» REQUIRED WORK:
State how many lines of the material below contain the word "length". Add nothing else.
· · · · ·
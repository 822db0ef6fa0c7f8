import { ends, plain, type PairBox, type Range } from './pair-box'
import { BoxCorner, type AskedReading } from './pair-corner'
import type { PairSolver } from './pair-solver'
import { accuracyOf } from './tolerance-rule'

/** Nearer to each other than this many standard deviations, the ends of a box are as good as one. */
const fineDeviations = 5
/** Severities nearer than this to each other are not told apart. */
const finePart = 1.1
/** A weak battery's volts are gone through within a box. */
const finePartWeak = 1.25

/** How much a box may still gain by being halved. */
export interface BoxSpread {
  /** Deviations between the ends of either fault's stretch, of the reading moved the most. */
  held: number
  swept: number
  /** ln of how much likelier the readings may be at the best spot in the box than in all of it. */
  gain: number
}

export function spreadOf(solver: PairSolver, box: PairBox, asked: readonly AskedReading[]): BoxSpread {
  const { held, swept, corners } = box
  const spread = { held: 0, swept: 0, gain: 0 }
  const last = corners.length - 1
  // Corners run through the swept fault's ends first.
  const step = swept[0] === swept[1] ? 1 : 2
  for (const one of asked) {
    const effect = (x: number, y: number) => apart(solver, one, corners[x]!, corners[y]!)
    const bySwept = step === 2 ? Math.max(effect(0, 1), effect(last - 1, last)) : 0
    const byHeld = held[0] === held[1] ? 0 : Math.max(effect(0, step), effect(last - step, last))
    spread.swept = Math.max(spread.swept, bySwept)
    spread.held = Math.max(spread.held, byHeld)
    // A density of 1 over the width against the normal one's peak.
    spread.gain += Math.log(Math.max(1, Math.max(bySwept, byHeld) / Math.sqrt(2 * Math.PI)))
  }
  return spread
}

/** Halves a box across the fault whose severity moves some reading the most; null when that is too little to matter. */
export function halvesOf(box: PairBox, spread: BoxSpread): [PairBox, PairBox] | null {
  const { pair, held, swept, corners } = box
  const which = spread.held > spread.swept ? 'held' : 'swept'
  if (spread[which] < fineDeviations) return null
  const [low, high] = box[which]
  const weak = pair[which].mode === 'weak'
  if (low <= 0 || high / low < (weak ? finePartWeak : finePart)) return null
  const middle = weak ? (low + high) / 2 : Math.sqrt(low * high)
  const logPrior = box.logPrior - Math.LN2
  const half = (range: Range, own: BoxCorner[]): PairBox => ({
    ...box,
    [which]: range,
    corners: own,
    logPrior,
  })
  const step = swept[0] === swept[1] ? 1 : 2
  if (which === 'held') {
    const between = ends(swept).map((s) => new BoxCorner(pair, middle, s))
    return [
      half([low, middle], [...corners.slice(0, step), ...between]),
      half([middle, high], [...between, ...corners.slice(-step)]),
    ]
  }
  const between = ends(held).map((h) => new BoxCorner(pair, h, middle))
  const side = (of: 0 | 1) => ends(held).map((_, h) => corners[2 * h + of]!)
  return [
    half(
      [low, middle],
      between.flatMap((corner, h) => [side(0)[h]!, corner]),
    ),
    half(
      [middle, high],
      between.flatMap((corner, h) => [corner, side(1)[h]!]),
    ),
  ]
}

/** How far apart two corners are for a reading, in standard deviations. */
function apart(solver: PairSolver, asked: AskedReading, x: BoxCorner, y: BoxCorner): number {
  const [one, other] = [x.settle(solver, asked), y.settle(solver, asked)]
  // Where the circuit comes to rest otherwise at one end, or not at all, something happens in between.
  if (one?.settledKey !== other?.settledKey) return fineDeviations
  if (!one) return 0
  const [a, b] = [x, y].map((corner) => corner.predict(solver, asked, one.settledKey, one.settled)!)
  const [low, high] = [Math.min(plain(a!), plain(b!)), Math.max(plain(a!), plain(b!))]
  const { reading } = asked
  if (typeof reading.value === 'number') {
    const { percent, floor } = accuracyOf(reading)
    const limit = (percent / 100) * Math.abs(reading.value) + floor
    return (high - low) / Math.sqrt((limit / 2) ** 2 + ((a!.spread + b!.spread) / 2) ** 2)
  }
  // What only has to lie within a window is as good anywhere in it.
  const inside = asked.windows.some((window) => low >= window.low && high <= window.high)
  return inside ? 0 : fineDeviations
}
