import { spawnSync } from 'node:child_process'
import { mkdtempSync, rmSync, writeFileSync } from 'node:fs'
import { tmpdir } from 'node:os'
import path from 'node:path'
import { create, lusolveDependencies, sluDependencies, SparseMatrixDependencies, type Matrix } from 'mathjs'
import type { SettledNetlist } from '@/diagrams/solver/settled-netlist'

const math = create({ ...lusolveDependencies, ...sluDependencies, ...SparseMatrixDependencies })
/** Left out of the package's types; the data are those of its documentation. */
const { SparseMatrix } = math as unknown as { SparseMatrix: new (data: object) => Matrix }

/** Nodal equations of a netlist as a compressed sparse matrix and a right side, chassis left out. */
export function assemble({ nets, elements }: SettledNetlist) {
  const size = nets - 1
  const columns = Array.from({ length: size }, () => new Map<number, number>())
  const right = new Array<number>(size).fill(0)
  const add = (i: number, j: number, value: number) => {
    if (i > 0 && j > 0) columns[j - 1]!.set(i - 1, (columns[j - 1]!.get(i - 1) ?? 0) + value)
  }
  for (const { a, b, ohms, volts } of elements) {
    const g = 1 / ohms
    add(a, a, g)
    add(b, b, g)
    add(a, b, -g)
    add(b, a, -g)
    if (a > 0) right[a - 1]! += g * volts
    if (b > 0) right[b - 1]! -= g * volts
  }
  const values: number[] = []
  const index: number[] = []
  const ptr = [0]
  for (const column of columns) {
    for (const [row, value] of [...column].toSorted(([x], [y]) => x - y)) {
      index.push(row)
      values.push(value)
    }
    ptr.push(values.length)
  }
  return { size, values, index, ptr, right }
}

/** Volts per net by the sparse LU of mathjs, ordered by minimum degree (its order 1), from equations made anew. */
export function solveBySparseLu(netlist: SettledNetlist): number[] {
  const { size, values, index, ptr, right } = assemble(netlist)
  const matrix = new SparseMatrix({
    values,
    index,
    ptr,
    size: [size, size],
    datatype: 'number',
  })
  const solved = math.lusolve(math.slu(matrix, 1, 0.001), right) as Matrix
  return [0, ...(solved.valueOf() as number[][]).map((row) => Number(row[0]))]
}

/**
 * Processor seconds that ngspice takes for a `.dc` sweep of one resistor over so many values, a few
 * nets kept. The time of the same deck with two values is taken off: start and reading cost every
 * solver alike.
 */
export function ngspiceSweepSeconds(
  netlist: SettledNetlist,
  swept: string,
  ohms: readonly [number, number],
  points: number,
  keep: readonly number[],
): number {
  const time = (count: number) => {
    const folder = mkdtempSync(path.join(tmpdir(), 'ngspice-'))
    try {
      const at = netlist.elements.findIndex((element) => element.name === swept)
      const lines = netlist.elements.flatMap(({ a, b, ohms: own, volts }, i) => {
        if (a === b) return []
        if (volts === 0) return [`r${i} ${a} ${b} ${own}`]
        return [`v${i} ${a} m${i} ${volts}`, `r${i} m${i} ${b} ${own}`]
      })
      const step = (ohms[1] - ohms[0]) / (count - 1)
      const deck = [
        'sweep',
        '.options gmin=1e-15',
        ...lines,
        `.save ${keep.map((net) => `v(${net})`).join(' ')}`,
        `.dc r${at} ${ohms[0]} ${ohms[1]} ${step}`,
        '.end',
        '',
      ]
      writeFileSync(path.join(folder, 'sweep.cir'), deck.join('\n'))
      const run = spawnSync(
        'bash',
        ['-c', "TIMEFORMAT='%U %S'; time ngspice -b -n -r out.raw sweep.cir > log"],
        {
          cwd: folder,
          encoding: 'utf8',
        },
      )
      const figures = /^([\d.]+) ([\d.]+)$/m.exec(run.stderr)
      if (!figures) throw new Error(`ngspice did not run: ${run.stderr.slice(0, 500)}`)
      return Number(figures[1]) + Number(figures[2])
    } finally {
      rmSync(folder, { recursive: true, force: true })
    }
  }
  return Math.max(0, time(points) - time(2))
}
· · · · ·
» COMPLETED TASK:
3